If all that doesn’t impress, forget the scientists ostensibly devoted to advancing knowledge and saving lives. Listen instead to corporate insurers committed to compiling statistics for profit. On Oct. 17 the giant German reinsurance company Munich Re issued a prescient report titled Severe Weather in North America. Globally, the rate of extreme weather events is rising, and “nowhere in the world is the rising number of natural catastrophes more evident than in North America.” From 1980 through 2011, weather disasters caused losses totaling $1.06 trillion. Munich Re found “a nearly quintupled number of weather-related loss events in North America for the past three decades.” By contrast, there was “an increase factor of 4 in Asia, 2.5 in Africa, 2 in Europe, and 1.5 in South America.” Human-caused climate change “is believed to contribute to this trend,” the report said, “though it influences various perils in different ways.” Global warming “particularly affects formation of heat waves, droughts, intense precipitation events, and in the long run most probably also tropical cyclone intensity,” Munich Re said. This July was the hottest month recorded in the U.S. since record-keeping began in 1895, according to the National Oceanic and Atmospheric Administration. The U.S. Drought Monitor reported that two-thirds of the continental U.S. suffered drought conditions this summer. MORE
THINK PROGRESS: “Climate-driven changes are already evident over the last few decades for severe thunderstorms, for heavy precipitation and flash flooding, for hurricane activity, and for heatwave, drought and wild-fire dynamics in parts of North America.” So concludes Munich Re, a top reinsurer, in a major new study that, for the first time, links the rapid rise in North American extreme weather catastrophes to manmade climate change.

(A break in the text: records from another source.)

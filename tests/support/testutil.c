/* SPDX-License-Identifier: MIT */
#define _POSIX_C_SOURCE 200809L
#include "tests/support/testutil.h"

#include <math.h>
#include <stdio.h>
#include <stdlib.h>
#include <string.h>
#include <sys/stat.h>
#include <unistd.h>

char *tu_tmpdir(void)
{
    const char *base = getenv("TMPDIR");
    char tmpl[512];
    snprintf(tmpl, sizeof tmpl, "%s/sinew-test.XXXXXX", base && *base ? base : "/tmp");
    char *d = mkdtemp(tmpl);
    assert_non_null(d);
    return strdup(d);
}

void tu_rmtree(const char *dir)
{
    if (!dir)
        return;
    char cmd[1200];
    snprintf(cmd, sizeof cmd, "rm -rf '%s'", dir);
    if (system(cmd) != 0)
        fprintf(stderr, "warning: could not remove %s\n", dir);
}

char *tu_path(char *buf, size_t n, const char *dir, const char *name)
{
    snprintf(buf, n, "%s/%s", dir, name);
    return buf;
}

const char *tu_data_dir(void)
{
    const char *d = getenv("SINEW_DATA");
    if (!d || !*d)
        d = "../shared/data";
    struct stat st;
    if (stat(d, &st) != 0 || !S_ISDIR(st.st_mode))
        return NULL;
    return d;
}

const char *tu_data_file(char *buf, size_t n, const char *rel)
{
    const char *d = tu_data_dir();
    if (!d)
        return NULL;
    snprintf(buf, n, "%s/%s", d, rel);
    struct stat st;
    return stat(buf, &st) == 0 ? buf : NULL;
}

void tu_write_bytes(const char *path, const void *data, size_t n)
{
    FILE *f = fopen(path, "wb");
    assert_non_null(f);
    if (n)
        assert_int_equal(fwrite(data, 1, n, f), n);
    assert_int_equal(fclose(f), 0);
}

void tu_write_npy(const char *path, int major, const char *dict, const void *data, size_t n)
{
    size_t dl = strlen(dict), pre = major == 1 ? 10 : 12;
    size_t hl = dl + 1;
    hl += (64 - (pre + hl) % 64) % 64;
    assert_true(hl < 65536);
    unsigned char *out = malloc(pre + hl + n);
    assert_non_null(out);
    memcpy(out, "\x93NUMPY", 6);
    out[6] = (unsigned char)major;
    out[7] = 0;
    out[8] = (unsigned char)(hl & 0xff);
    out[9] = (unsigned char)(hl >> 8);
    if (major != 1)
        out[10] = out[11] = 0;
    memset(out + pre, ' ', hl);
    memcpy(out + pre, dict, dl);
    out[pre + hl - 1] = '\n';
    if (n)
        memcpy(out + pre + hl, data, n);
    tu_write_bytes(path, out, pre + hl + n);
    free(out);
}

int tu_file_exists(const char *path)
{
    struct stat st;
    return stat(path, &st) == 0;
}

const char *tu_python(void)
{
    const char *p = getenv("PYTHON");
    return p && *p ? p : "/usr/bin/python3";
}

void tu_near_check(double a, double b, double eps, const char *what, const char *file, int line)
{
    if (!(fabs(a - b) <= eps))
        fail_msg("%s:%d: %s = %.17g, expected %.17g (tolerance %g)", file, line, what, a, b, eps);
}

static void *fa_alloc(void *ud, size_t n)
{
    tu_failalloc *fa = ud;
    fa->calls++;
    if (fa->fail_at > 0 && fa->calls == fa->fail_at)
        return NULL;
    void *p = NULL;
    if (posix_memalign(&p, 64, n ? n : 1) != 0)
        return NULL;
    fa->live++;
    return p;
}

static void fa_free(void *ud, void *p)
{
    tu_failalloc *fa = ud;
    if (p) {
        fa->live--;
        free(p);
    }
}

sinew_ctx *tu_ctx_failing(tu_failalloc *fa)
{
    sinew_allocator a = {fa_alloc, fa_free, fa};
    return sinew_ctx_new_with(&a);
}

int tu_fixture_setup(void **state)
{
    tu_fixture *f = calloc(1, sizeof *f);
    if (!f)
        return -1;
    f->dir = tu_tmpdir();
    f->ctx = sinew_ctx_new();
    *state = f;
    return f->ctx ? 0 : -1;
}

int tu_fixture_teardown(void **state)
{
    tu_fixture *f = *state;
    tu_rmtree(f->dir);
    free(f->dir);
    sinew_ctx_free(f->ctx);
    free(f);
    return 0;
}

const char *tu_fixture_path(tu_fixture *f, const char *name)
{
    return tu_path(f->p, sizeof f->p, f->dir, name);
}

void tu_fail_each_allocation(const char *what, tu_alloc_op op, void *ud)
{
    for (long n = 2; n < 100000; n++) {
        tu_failalloc fa = {n, 0, 0};
        sinew_ctx *ctx = tu_ctx_failing(&fa);
        assert_non_null(ctx);
        int rc = op(ctx, ud);
        if (fa.live != 1)
            fail_msg("%s: allocation %ld failing left %ld blocks live", what, n, fa.live - 1);
        if (rc != SINEW_OK && rc != SINEW_ENOMEM)
            fail_msg("%s: allocation %ld failing gave status %d: %s", what, n, rc,
                     sinew_ctx_message(ctx));
        long calls = fa.calls;
        sinew_ctx_free(ctx);
        if (rc == SINEW_OK) {
            /* succeeding with no allocation after the context's own would make this a
             * check that cannot fail */
            if (n == 2 && calls < 2)
                fail_msg("%s: allocates nothing, so no failure was injected", what);
            return;
        }
    }
    fail_msg("%s: never succeeded", what);
}

static void damage_check(sinew_ctx *ctx, const char *scratch, int rc, const char *what, size_t at)
{
    if (rc == SINEW_OK)
        return;
    const char *m = sinew_ctx_message(ctx);
    if (!strstr(m, scratch) || strchr(m, '\n'))
        fail_msg("%s at %zu: status %d with message '%s'", what, at, rc, m);
}

void tu_damage_sweep(const char *valid, const char *scratch, tu_read_op read, int mutations)
{
    FILE *fp = fopen(valid, "rb");
    assert_non_null(fp);
    unsigned char *buf = malloc(1 << 20), *cp = malloc(1 << 20);
    assert_non_null(buf);
    assert_non_null(cp);
    size_t len = fread(buf, 1, 1 << 20, fp);
    fclose(fp);
    assert_true(len > 0 && len < (1 << 20));
    sinew_ctx *ctx = sinew_ctx_new();
    for (size_t cut = 0; cut < len; cut++) {
        remove(scratch); /* a fresh file: rewriting one in place can force a flush */
        tu_write_bytes(scratch, buf, cut);
        int rc = read(ctx, scratch);
        if (rc == SINEW_OK)
            fail_msg("%s: prefix of %zu of %zu bytes was accepted", valid, cut, len);
        damage_check(ctx, scratch, rc, "prefix", cut);
    }
    uint32_t seed = 12345u;
    for (int i = 0; i < mutations; i++) {
        memcpy(cp, buf, len);
        seed = seed * 1664525u + 1013904223u;
        int nbytes = 1 + (int)(seed >> 30);
        for (int k = 0; k < nbytes; k++) {
            seed = seed * 1664525u + 1013904223u;
            size_t at = (size_t)(seed >> 8) % len;
            seed = seed * 1664525u + 1013904223u;
            cp[at] = (unsigned char)(seed >> 24);
        }
        remove(scratch);
        tu_write_bytes(scratch, cp, len);
        damage_check(ctx, scratch, read(ctx, scratch), "mutation", (size_t)i);
    }
    sinew_ctx_free(ctx);
    free(buf);
    free(cp);
}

At the same time non-climatic events (earthquakes, volcanos, tsunamis) have hardly changed, as the figure shows. Prof. Peter Höppe, who heads Munich Re’s Geo Risks Research unit, said:
“In all likelihood, we have to regard this finding as an initial climate-change footprint in our US loss data from the last four decades. Previously, there had not been such a strong chain of evidence. If the first effects of climate change are already perceptible, all alerts and measures against it have become even more pressing.”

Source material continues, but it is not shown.